History for IPR disclosure
RSA's Licensing Statement pertaining to MD2, MD4, and MD5

From: http://www.ietf.org/ietf-ftp/IPR/RSA-MD-all

The following was recevied Fenbruary 23,2000
From: "Linn, John"

February 19, 2000

        The purpose of this memo is to clarify the status of intellectual
property rights asserted by RSA Security Inc. ("RSA") in the MD2, MD4 and
MD5 message-digest algorithms, which are documented in RFC-1319, RFC-1320,
and RFC-1321 respectively.

        Implementations of these message-digest algorithms, including
implementations derived from the reference C code in RFC-1319, RFC-1320, and
RFC-1321, may be made, used, and sold without license from RSA for any
purpose.

        No rights other than the ones explicitly set forth above are
granted.  Further, although RSA grants rights to implement certain
algorithms as defined by identified RFCs, including implementations derived
from the reference C code in those RFCs, no right to use, copy, sell, or
distribute any other implementations of the MD2, MD4, or MD5 message-digest
algorithms created, implemented, or distributed by RSA is hereby granted by
implication, estoppel, or otherwise.  Parties interested in licensing
security components and toolkits written by RSA should contact the company
to discuss receiving a license.  All other questions should be directed to
Margaret K. Seif, General Counsel, RSA Security Inc., 36 Crosby Drive,
Bedford, Massachusetts 01730.

        Implementations of the MD2, MD4, or MD5 algorithms may be subject to
United States laws and regulations controlling the export of technical data,
computer software, laboratory prototypes and other commodities (including
the Arms Export Control Act, as amended, and the Export Administration Act
of 1970).  The transfer of certain technical data and commodities may
require a license from the cognizant agency of the United States Government.
RSA neither represents that a license shall not be required for a particular
implementation nor that, if required, one shall be issued.
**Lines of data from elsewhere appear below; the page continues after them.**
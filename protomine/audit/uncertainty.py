"""How sure the audit numbers are when only a few dozen objects carry held-out labels.

Conventions:

- ``clusters`` (N,) integer cluster ids and ``labels`` (N,) truth labels of the N labelled objects.
- Confidence intervals are two-sided at ``confidence`` (default 0.95).
- Bootstrap intervals (``scipy.stats.bootstrap``, percentile method) resample the labelled objects with
  replacement, keeping each object's (cluster, label) pair together.  Percentile rather than BCa because
  audit statistics are often degenerate (a clean set gives purity 1 in every resample) and BCa then fails.
- Per-cluster purity intervals are Wilson score intervals (Wilson 1927) of k majority-label members among
  n labelled members, from ``scipy.stats.binomtest(...).proportion_ci(method="wilson")``.
- Randomness enters as a ``numpy.random.Generator`` passed in by the caller.
"""
from __future__ import annotations

import warnings
from typing import Callable

import numpy as np
from scipy.stats import DegenerateDataWarning, binomtest, bootstrap
from sklearn.metrics import normalized_mutual_info_score


from .metrics import _check_pair, _hungarian_accuracy, _purity, contingency

__all__ = ["wilson_interval", "labels_needed_for_width", "bootstrap_intervals", "propagation_accuracy"]

STATISTICS = ("purity", "nmi", "hungarian_accuracy")


# --- Wilson ---------------------------------------------------------------------------------

def wilson_interval(successes: int, n: int, confidence: float = 0.95) -> tuple[float, float]:
    """Wilson score interval (low, high) for a proportion with ``successes`` out of ``n`` trials.

    n = 0 gives the uninformative (0, 1).
    """
    successes, n = int(successes), int(n)
    if n < 0 or not 0 <= successes <= max(n, 0):
        raise ValueError(f"need 0 <= successes <= n, got successes={successes}, n={n}")
    if not 0 < confidence < 1:
        raise ValueError(f"confidence must be in (0, 1), got {confidence}")
    if n == 0:
        return 0.0, 1.0
    ci = binomtest(successes, n).proportion_ci(confidence_level=confidence, method="wilson")
    return float(ci.low), float(ci.high)


def _wilson_width(p: float, n: int, confidence: float) -> float:
    lo, hi = wilson_interval(int(round(p * n)), n, confidence)
    return hi - lo


def labels_needed_for_width(purity: float | None, target_width: float, confidence: float = 0.95,
                            *, max_n: int = 1_000_000) -> int:
    """Smallest number of labelled members whose Wilson interval is at most ``target_width`` wide.

    The observed purity is taken as the true one (k = round(purity * n)); ``None`` (no labels yet) uses
    the worst case 0.5.  Found by bisection: the width shrinks with n (up to the rounding of k, which can
    move the answer by a label or two).  Returns ``max_n`` if even that many are not enough.
    """
    if not 0 < target_width <= 1:
        raise ValueError(f"target_width must be in (0, 1], got {target_width}")
    p = 0.5 if purity is None else float(purity)
    if not 0 <= p <= 1:
        raise ValueError(f"purity must be in [0, 1], got {p}")
    if _wilson_width(p, max_n, confidence) > target_width:
        return max_n
    lo, hi = 0, max_n            # invariant: width(lo) > target (width(0) = 1), width(hi) <= target
    while hi - lo > 1:
        mid = (lo + hi) // 2
        if _wilson_width(p, mid, confidence) <= target_width:
            hi = mid
        else:
            lo = mid
    return hi


# --- bootstrap ------------------------------------------------------------------------------

def _encode(clusters: np.ndarray, labels: np.ndarray) -> tuple[np.ndarray, np.ndarray, int, int]:
    _, ci = np.unique(clusters, return_inverse=True)
    _, li = np.unique(labels, return_inverse=True)
    return ci.ravel(), li.ravel(), int(ci.max()) + 1, int(li.max()) + 1


def _batched_purity(ci: np.ndarray, li: np.ndarray, n_clusters: int, n_labels: int) -> np.ndarray:
    """Purity of each row of resampled codes ci, li (B, N) -> (B,), without a Python loop over B."""
    ci = np.atleast_2d(ci)
    li = np.atleast_2d(li)
    b = ci.shape[0]
    flat = (np.arange(b)[:, None] * n_clusters + ci) * n_labels + li          # (B, N) cell index
    table = np.bincount(flat.ravel(), minlength=b * n_clusters * n_labels).reshape(b, n_clusters, n_labels)
    return table.max(axis=2).sum(axis=1) / ci.shape[1]


def _nmi(ci: np.ndarray, li: np.ndarray) -> float:
    return float(normalized_mutual_info_score(li, ci))


def _accuracy(ci: np.ndarray, li: np.ndarray) -> float:
    return _hungarian_accuracy(contingency(ci, li)[0])


def bootstrap_intervals(clusters, labels, rng: np.random.Generator, *, n_resamples: int = 1000,
                        confidence: float = 0.95,
                        statistics: tuple[str, ...] = STATISTICS) -> dict[str, tuple[float, float]]:
    """Percentile bootstrap intervals {name: (low, high)} for purity, NMI and Hungarian accuracy.

    clusters, labels: (N,) of the labelled objects.  Each resample draws N labelled objects with
    replacement.  A single labelled object gives the degenerate interval (value, value).
    """
    clusters, labels = _check_pair(clusters, labels)
    if n_resamples < 2:
        raise ValueError(f"n_resamples must be >= 2, got {n_resamples}")
    unknown = set(statistics) - set(STATISTICS)
    if unknown:
        raise ValueError(f"unknown statistics {sorted(unknown)} (known: {STATISTICS})")
    return _bootstrap_intervals(clusters, labels, rng, n_resamples, confidence, statistics)


def _bootstrap_intervals(clusters, labels, rng, n_resamples, confidence, statistics):
    ci, li, k, m = _encode(clusters, labels)
    fns: dict[str, tuple[Callable, bool]] = {
        "purity": (lambda c, l, axis=-1: _batched_purity(c, l, k, m), True),
        "nmi": (_nmi, False),
        "hungarian_accuracy": (_accuracy, False),
    }
    out = {}
    for name in statistics:
        fn, vectorized = fns[name]
        point = float(np.asarray(fn(ci[None], li[None]) if vectorized else fn(ci, li)).ravel()[0])
        if ci.size < 2:
            out[name] = (point, point)
            continue
        with warnings.catch_warnings():
            # all resamples equal (e.g. a perfectly clean labelled set) is a valid, degenerate answer
            warnings.simplefilter("ignore", DegenerateDataWarning)
            res = bootstrap((ci, li), fn, paired=True, vectorized=vectorized, n_resamples=n_resamples,
                            confidence_level=confidence, method="percentile", rng=rng)
        low, high = float(res.confidence_interval.low), float(res.confidence_interval.high)
        if not (np.isfinite(low) and np.isfinite(high)):
            low = high = point
        out[name] = (low, high)
    return out


# --- label propagation ----------------------------------------------------------------------

def propagation_accuracy(clusters, labels, rng: np.random.Generator, *, draws: int = 1,
                         n_repeats: int = 1000, confidence: float = 0.95) -> dict:
    """Accuracy if each cluster is named from ``draws`` randomly chosen labelled members.

    For every repeat and every cluster with labelled members, ``min(draws, n_labelled)`` members are drawn
    without replacement and the cluster is named by the majority of their labels (ties broken at random).
    The accuracy is the fraction of *all* labelled objects whose label equals their cluster's name.
    Returns {"draws", "mean", "interval": (low, high) percentile interval over repeats, "repeats",
    "ceiling": purity (naming every cluster by its true majority), "short_clusters": clusters with fewer
    labelled members than ``draws``}.
    """
    clusters, labels = _check_pair(clusters, labels)
    if draws < 1 or n_repeats < 1:
        raise ValueError(f"draws and n_repeats must be >= 1, got draws={draws}, n_repeats={n_repeats}")
    return _propagation_accuracy(clusters, labels, rng, draws, n_repeats, confidence)


def _propagation_accuracy(clusters, labels, rng, draws, n_repeats, confidence):
    table, cluster_ids, _ = contingency(clusters, labels)
    ci, li, _, m = _encode(clusters, labels)
    correct = np.zeros(n_repeats)
    short = []
    for k in range(table.shape[0]):
        members = li[ci == k]                                       # (n_k,) label codes
        take = min(draws, members.size)
        if take < draws:
            short.append(cluster_ids[k].item())
        # a random permutation per repeat: argsort of uniform keys, first `take` columns are the draw
        order = np.argsort(rng.random((n_repeats, members.size)), axis=1)[:, :take]
        drawn = members[order]                                      # (R, take)
        votes = np.zeros((n_repeats, m))
        np.add.at(votes, (np.arange(n_repeats)[:, None], drawn), 1.0)
        votes += rng.random(votes.shape) * 0.5                      # random tie break, never beats a real vote
        name = votes.argmax(axis=1)                                 # (R,)
        correct += table[k, name]
    acc = correct / clusters.size
    alpha = (1 - confidence) / 2
    return {
        "draws": int(draws),
        "mean": float(acc.mean()),
        "interval": (float(np.quantile(acc, alpha)), float(np.quantile(acc, 1 - alpha))),
        "repeats": int(n_repeats),
        "ceiling": _purity(table),
        "short_clusters": short,
    }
        DISCLAIMER: RSA MAKES NO REPRESENTATIONS AND EXTENDS NO WARRANTIES
OF ANY KIND, EITHER EXPRESS OR IMPLIED, INCLUDING BUT NOT LIMITED TO
WARRANTIES OF MERCHANTABILITY, FITNESS FOR A PARTICULAR PURPOSE, VALIDITY OF
INTELLECTUAL PROPERTY RIGHTS, ISSUED OR PENDING, OR THE ABSENCE OF LATENT OR
OTHER DEFECTS, WHETHER OR NOT DISCOVERABLE, IN CONNECTION WITH THE MD2, MD4,
OR MD5 ALGORITHMS.  NOTHING IN THIS GRANT OF RIGHTS SHALL BE CONSTRUED AS A
REPRESENTATION OR WARRANTY GIVEN BY RSA THAT THE IMPLEMENTATION OF THE
ALGORITHM WILL NOT INFRINGE THE INTELLECTUAL PROPERTY RIGHTS OF ANY THIRD
PARTY.  IN NO EVENT SHALL RSA, ITS TRUSTEES, DIRECTORS, OFFICERS, EMPLOYEES,
PARENTS AND AFFILIATES BE LIABLE FOR INCIDENTAL OR CONSEQUENTIAL DAMAGES OF
ANY KIND RESULTING FROM IMPLEMENTATION OF THIS ALGORITHM, INCLUDING ECONOMIC
DAMAGE OR INJURY TO PROPERTY AND LOST PROFITS, REGARDLESS OF WHETHER RSA
SHALL BE ADVISED, SHALL HAVE OTHER REASON TO KNOW, OR IN FACT SHALL KNOW OF
THE POSSIBILITY OF SUCH INJURY OR DAMAGE.